I keep the water pan a-hangin' from the 4th rack the way the supreme being and Masterbuilt intended. That bottom rack is just too close to the heating element and the AMNPS which means any meat placed there would be easily subject to overcooking or at least be done on the outside but undercooked on the inside.


----------



## daricksta (Nov 25, 2015)

TexFinn said:


> So it is indeed a Gen 1 even though the part number is not 20070910? Ace also has 20070910 with the square control panel, but that is priced at $229 and I'm not going to pay that much for a 30-incher. http://www.acehardware.com/product/index.jsp?productId=3931663
> 
> This is pretty much the only thing I've found about the 20071814 other than Ace's website. http://www.smokingmeatforums.com/t/159828/hello-im-steve-and-i-know-nothing-about-smoking
> 
> ...


But to get that $129 price you need to have an Ace Rewards card, which just takes a few seconds to sign up for at the cash register.


----------



## dr k (Nov 25, 2015)

daRicksta said:


> I keep the water pan a-hangin' from the 4th rack the way the supreme being and Masterbuilt intended. That bottom rack is just too close to the heating element and the AMNPS which means any meat placed there would be easily subject to overcooking or at least be done on the outside but undercooked on the inside.


Hanging the water pan on the second from the bottom rack keeps grease from vaporizing as much, being a little farther from the heating element.  I can see the entire AMNPS through the window on the rails with the pan up one level.  Going one rack higher and hanging the water pan from the second from the top rack and also cooking on the second from the top rack may be synonymous with those that cook in a foiled pan.  As long as the water pan is under the food your cooking everything should be acceptable.  The only reason I can imagine cooking on the bottom rack is to finish poultry for crispy skin.

-Kurt


----------



## texfinn (Nov 25, 2015)

daRicksta said:


> But to get that $129 price you need to have an Ace Rewards card, which just takes a few seconds to sign up for at the cash register.

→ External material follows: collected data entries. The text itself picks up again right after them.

// DC operating point: plain Newton, then conductance stepping, then source
// stepping (the classic homotopies for circuits that will not start cold),
// and the report of the solution.
#include "analysis/operating_point.hpp"

#include <spdlog/spdlog.h>

#include <algorithm>
#include <cmath>
#include <limits>
#include <optional>
#include <string_view>

#include "analysis/model_range.hpp"
#include "analysis/tolerances.hpp"
#include "common/si_format.hpp"
#include "mna/rating_log.hpp"
#include "stage/errors.hpp"

namespace stage::analysis {
namespace {

// Tuning of the homotopies: our own choices, each for the reason beside it.
//
// Conductance stepping (S unless said otherwise):
// 100 ohm to ground at every node: the order of a stage's own resistors and
// of a junction at a milliampere, so the first solve is nearly linear yet
// close to the circuit's.
constexpr double kFirstConductance = 1e-2;
// 0.1 ohm at every node: a circuit that fails even so is not helped by more.
constexpr double kLargestConductance = 10;
// A decade per step at most, so each solve starts near the last solution.
constexpr double kMaxStepRatio = 10;
// Below a step ratio of 1 % the walk no longer gets anywhere: give up.
constexpr double kSmallestStepRatio = 1.01;
// The last conductance tried before it is removed when minimum_conductance
// is 0, so that the descent ends: 1 Pohm, three decades below the default.
constexpr double kSmallestConductance = 1e-15;
//
// Source stepping (fractions of every independent source's value):
// The first step: small enough that every junction starts near off.
constexpr double kFirstSourceStep = 0.1;
// At least four steps from zero to full, each starting near the last.
constexpr double kLargestSourceStep = 0.25;
// After a success the step grows gently, after a failure it shrinks
// sharply, so a hard stretch is not overshot again at once.
constexpr double kSourceStepGrowth = 1.5;
constexpr double kSourceStepShrink = 4;
// A step this small moves nothing: the sources have met a fold, past which
// the circuit has no solution.
constexpr double kSmallestSourceStep = 1e-7;
//
// Either homotopy's solves at most: bounds its work however its steps go.
constexpr int kMaxHomotopySteps = 400;

// A reciprocal condition below this is near double precision's rounding
// (1e-16): the bias point is barely determined and its result says so.
constexpr double kNearlySingular = 1e-14;

NewtonProblem dc_problem(const NewtonSolver& newton, double shunt, double source_scale) {
  NewtonProblem p;
  p.request = newton.system().request(nullptr);
  p.request.source_scale = source_scale;
  p.shunt = shunt;
  p.max_iterations = newton.options().max_newton_iterations;
  return p;
}

// What the row of an unknown of this kind says, for messages.
std::string_view row_equation(mna::UnknownKind kind) {
  switch (kind) {
    case mna::UnknownKind::voltage:
      return "KCL";
    case mna::UnknownKind::current:
      return "branch";
    case mna::UnknownKind::temperature:
      return "heat balance";
  }
  return "KCL";
}

// What to look for when an unknown of this kind runs away.
std::string_view runaway_hint(mna::UnknownKind kind) {
  return kind == mna::UnknownKind::temperature
             ? "does heat flow in faster than anything can carry it away?"
             : "does a source force a current or voltage that nothing in the circuit can carry?";
}

void reset_limiting(const mna::System& system) {
  for (const auto& d : system.devices()) d->reset_limiting();
}

// Lowers the node-to-ground conductance from kFirstConductance to the
// minimum, then removes it. The ratio between steps shrinks (square root)
// after a failed step, which is retried closer to the last good value, and
// grows back (squared, up to a decade) after a success. A failure before any
// success starts again from a larger conductance, which makes the circuit
// more nearly linear.
bool conductance_stepping(NewtonSolver& newton, std::vector<double>& x, int& iterations) {
  const double floor = std::max(newton.options().minimum_conductance, kSmallestConductance);
  std::vector<double> good = x;
  std::optional<double> good_shunt;
  double shunt = kFirstConductance, factor = kMaxStepRatio;
  for (int step = 0; step < kMaxHomotopySteps; ++step) {
    const auto outcome = newton.solve(x, dc_problem(newton, shunt, 1.0));
    iterations += outcome.iterations;
    spdlog::debug("conductance stepping: {:.3g} S {}", shunt,
                  outcome.status == NewtonStatus::converged ? "converged" : "failed");
    if (outcome.status == NewtonStatus::converged) {
      if (shunt == 0.0) return true;
      good = x;
      good_shunt = shunt;
      factor = std::min(kMaxStepRatio, factor * factor);
      shunt = shunt / factor < floor ? 0.0 : shunt / factor;
      continue;
    }
    x = good;
    reset_limiting(newton.system());
    if (!good_shunt) {
      shunt *= kMaxStepRatio;
      if (shunt > kLargestConductance) return false;
      continue;
    }
    factor = std::sqrt(factor);
    if (factor < kSmallestStepRatio) return false;
    shunt = std::max(*good_shunt / factor, floor);
  }
  return false;
}

// Raises every independent source from zero to its full value; `reached`
// is the largest fraction solved.
bool source_stepping(NewtonSolver& newton, std::vector<double>& x, int& iterations,
                     double& reached) {
  std::fill(x.begin(), x.end(), 0.0);
  reset_limiting(newton.system());
  std::vector<double> good = x;
  double scale = 0.0, step = kFirstSourceStep;
  for (int k = 0; k < kMaxHomotopySteps; ++k) {
    const double target = std::min(1.0, scale + step);
    const auto outcome = newton.solve(x, dc_problem(newton, 0.0, target));
    iterations += outcome.iterations;
    spdlog::debug("source stepping: {:.4g} {}", target,
                  outcome.status == NewtonStatus::converged ? "converged" : "failed");
    if (outcome.status == NewtonStatus::converged) {
      good = x;
      scale = reached = target;
      if (scale >= 1.0) return true;
      step = std::min(kLargestSourceStep, step * kSourceStepGrowth);
    } else {
      x = good;
      reset_limiting(newton.system());
      step /= kSourceStepShrink;
      if (step < kSmallestSourceStep) return false;
    }
  }
  return false;
}

// What the plain Newton attempt saw when it failed. Its last iterate tells
// where the circuit runs away; the homotopies end on tiny steps that say
// little.
struct FailedAttempt {
  NewtonOutcome outcome;
  std::vector<double> x, update;
};

// The unknown the attempt blames: the first non-finite one, else the one
// that moved most in the last iteration.
mna::Index runaway_unknown(const FailedAttempt& attempt) {
  if (attempt.outcome.status == NewtonStatus::diverged) return attempt.outcome.culprit;
  mna::Index worst = 1;
  for (std::size_t i = 1; i < attempt.update.size(); ++i) {
    if (std::abs(attempt.update[i]) > std::abs(attempt.update[worst])) {
      worst = static_cast<mna::Index>(i);
    }
  }
  return worst;
}

[[noreturn]] void fail(const mna::System& system, const FailedAttempt& attempt,
                       double source_fraction) {
  const auto& topology = system.topology();
  if (attempt.outcome.status == NewtonStatus::singular) {
    const std::string name = topology.name(attempt.outcome.culprit);
    throw NumericalError(ErrorKind::singular,
                         "the DC system is singular at '" + name +
                             "': no unique operating point (check for a node held by nothing "
                             "but junctions in cutoff or by controlled sources alone)",
                         {name});
  }
  const mna::Index i = runaway_unknown(attempt);
  const std::string name = topology.name(i);
  const std::string quantity = topology.description(i);
  const std::string how = std::isfinite(attempt.x[i]) && std::isfinite(attempt.update[i])
                              ? fmt::format("{} ran to {:.4g} (last change {:.3g})", quantity,
                                            attempt.x[i], attempt.update[i])
                              : quantity + " left the finite numbers";
  const auto elements = system.elements_at(i);
  std::string message = "no DC operating point: in plain Newton " + how +
                        "; conductance stepping and source stepping failed too";
  if (source_fraction > 0) {
    message +=
        fmt::format(" (the circuit solves with its sources at up to {:.3g} % of their values)",
                    100 * source_fraction);
  }
  message += ". Elements at '" + name + "': " + text::joined(elements) + " (" +
             std::string(runaway_hint(topology.kind(i))) + ")";
  std::vector<std::string> involved{name};
  involved.insert(involved.end(), elements.begin(), elements.end());
  throw NumericalError(ErrorKind::no_convergence, message, involved);
}

}  // namespace

std::vector<std::string> verify_operating_point(const mna::System& system,
                                                const SolverOptions& options,
                                                const std::vector<double>& x) {
  const auto& topology = system.topology();
  mna::Workspace w = system.make_workspace();
  system.evaluate(system.request(x.data()), w);
  // KCL at every node (the branch equation on a branch current, the heat
  // balance on a temperature) against the tolerance Newton converged to:
  // the absolute tolerance of the row's kind plus the relative tolerance
  // times the size of the terms meeting in that row.
  std::vector<double> scale(x.size(), 0.0);
  const auto& pattern = system.pattern();
  for (int col = 0; col < pattern.n; ++col) {
    for (int s = pattern.column_start[col]; s < pattern.column_start[col + 1]; ++s) {
      scale[pattern.row[s] + 1] += std::abs(w.g[s] * x[col + 1]);
    }
  }
  for (mna::Index i = 1; i <= system.size(); ++i) {
    const mna::UnknownKind kind = topology.kind(i);
    const double allowed =
        residual_tolerance(kind, options) + options.relative_tolerance * scale[i];
    if (!std::isfinite(x[i]) || !(std::abs(w.f[i]) <= allowed)) {
      const std::string name = topology.name(i);
      throw NumericalError(
          ErrorKind::no_convergence,
          fmt::format("the DC solution fails its check at '{}': value {:.4g}, {} residual {:.3g} "
                      "against an allowed {:.3g}",
                      name, x[i], row_equation(kind), w.f[i], allowed),
          {name});
    }
  }
  return check_model_ranges(system, system.request(x.data()),
                            "no DC operating point within the device models");
}

OperatingPoint solve_operating_point(NewtonSolver& newton, std::vector<double>& x) {
  OperatingPoint how;
  reset_limiting(newton.system());
  const std::vector<double> guess = x;
  auto outcome = newton.solve(x, dc_problem(newton, 0.0, 1.0));
  how.newton_iterations = outcome.iterations;
  spdlog::debug("plain Newton: {} after {} iterations",
                outcome.status == NewtonStatus::converged ? "converged" : "failed",
                outcome.iterations);
  // KLU's estimate of the last Jacobian's reciprocal condition, kept with the
  // result: near machine precision the bias point is barely determined.
  const auto finish = [&](BiasMethod method) {
    how.method = method;
    how.reciprocal_condition = newton.lu().rcond();
    spdlog::debug("bias point found by {}; reciprocal condition estimate {:.3g}", to_string(method),
                  how.reciprocal_condition);
    how.warnings = verify_operating_point(newton.system(), newton.options(), x);
    if (how.reciprocal_condition < kNearlySingular) {
      how.warnings.push_back(
          fmt::format("the bias point is nearly singular (reciprocal condition {:.2g}): a node may "
                      "hang on nothing but junctions in cutoff",
                      how.reciprocal_condition));
    }
    return how;
  };
  if (outcome.status == NewtonStatus::converged) return finish(BiasMethod::newton);
  const FailedAttempt plain{outcome, x, newton.last_update()};
  // A Jacobian can be singular only at the cold start, where every junction
  // is off and a node driven by current sources alone hangs on picoamp
  // conductances; conductance stepping gives every node a path to ground.
  // A circuit that is singular in itself fails there too and is reported
  // with this first diagnosis.

  x = guess;
  reset_limiting(newton.system());
  if (conductance_stepping(newton, x, how.newton_iterations)) {
    return finish(BiasMethod::conductance_stepping);
  }
  double source_fraction = 0;
  if (source_stepping(newton, x, how.newton_iterations, source_fraction)) {
    return finish(BiasMethod::source_stepping);
  }
  fail(newton.system(), plain, source_fraction);
}

BiasResult describe_operating_point(const mna::System& system, const std::vector<double>& x,
                                    const OperatingPoint& how) {
  BiasResult result;
  result.converged = true;
  result.newton_iterations = how.newton_iterations;
  result.method = how.method;
  result.reciprocal_condition = how.reciprocal_condition;
  result.warnings = how.warnings;
  result.temperature = system.temperature();

  const auto& topology = system.topology();
  for (mna::Index i = 1; i <= system.size(); ++i) {
    if (topology.is_circuit_node(i)) result.node_voltages.emplace_back(topology.name(i), x[i]);
    if (topology.kind(i) == mna::UnknownKind::temperature) {
      result.element_temperatures.emplace_back(topology.name(i), x[i]);
    }
  }

  const mna::EvalRequest at = system.request(x.data());
  mna::RatingLog ratings;
  for (const auto& device : system.devices()) {
    device->report(at, result);
    device->check_ratings(at, std::numeric_limits<double>::quiet_NaN(), ratings);
    if (const auto current = device->reported_current(at)) {
      result.element_currents.emplace_back(device->name() + ".current", *current);
    }
    if (const mna::SourceAccess* source = device->source()) {
      result.supplies.push_back(
          {device->name(), source->delivered_current(at), source->delivered_power(at)});
    }
  }
  result.rating_violations = ratings.violations();
  mna::Workspace w = system.make_workspace();
  system.evaluate(at, w);
  for (mna::Index i = 1; i <= system.size(); ++i) {
    if (topology.kind(i) == mna::UnknownKind::voltage) {
      result.max_kcl_residual = std::max(result.max_kcl_residual, std::abs(w.f[i]));
    }
  }
  return result;
}

}  // namespace stage::analysis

I'm already Ace Rewards member, so problems there. Actually, you can also get the price even without being a member. You just need to go through the old-fashioned mail-in-rebate hassle to get your 20 bucks back.

Hopefully they will still have them on Friday. A couple of days ago I had several stores close by that showed it in stock, but now supposedly none of them have it. Pretty sure they just cleaned the availability in anticipation of Friday. We'll see...


----------



## bigbossbridges (Nov 25, 2015)

just picked up one of the ace hardware deals today, took the only one from my store, seasoned it already and now looking up recipes for smoking a turkey tomorrow!


----------



## daricksta (Nov 25, 2015)

Dr K said:


> Hanging the water pan on the second from the bottom rack keeps grease from vaporizing as much, being a little farther from the heating element.  I can see the entire AMNPS through the window on the rails with the pan up one level.  Going one rack higher and hanging the water pan from the second from the top rack and also cooking on the second from the top rack may be synonymous with those that cook in a foiled pan.  As long as the water pan is under the food your cooking everything should be acceptable.  The only reason I can imagine cooking on the bottom rack is to finish poultry for crispy skin.
> 
> -Kurt


This might predate you but the Firesign Theater once released an album titled "Everything You Know Is Wrong" and that applies to the cold smoking of cheese I'm doing today. I've got 3 racks of cheeses in my MES 30. Since the heating element is off I removed the water pan from the smoker. I removed the top rack because I'm using the 2nd-4th racks to get everything down closer to the AMNPS.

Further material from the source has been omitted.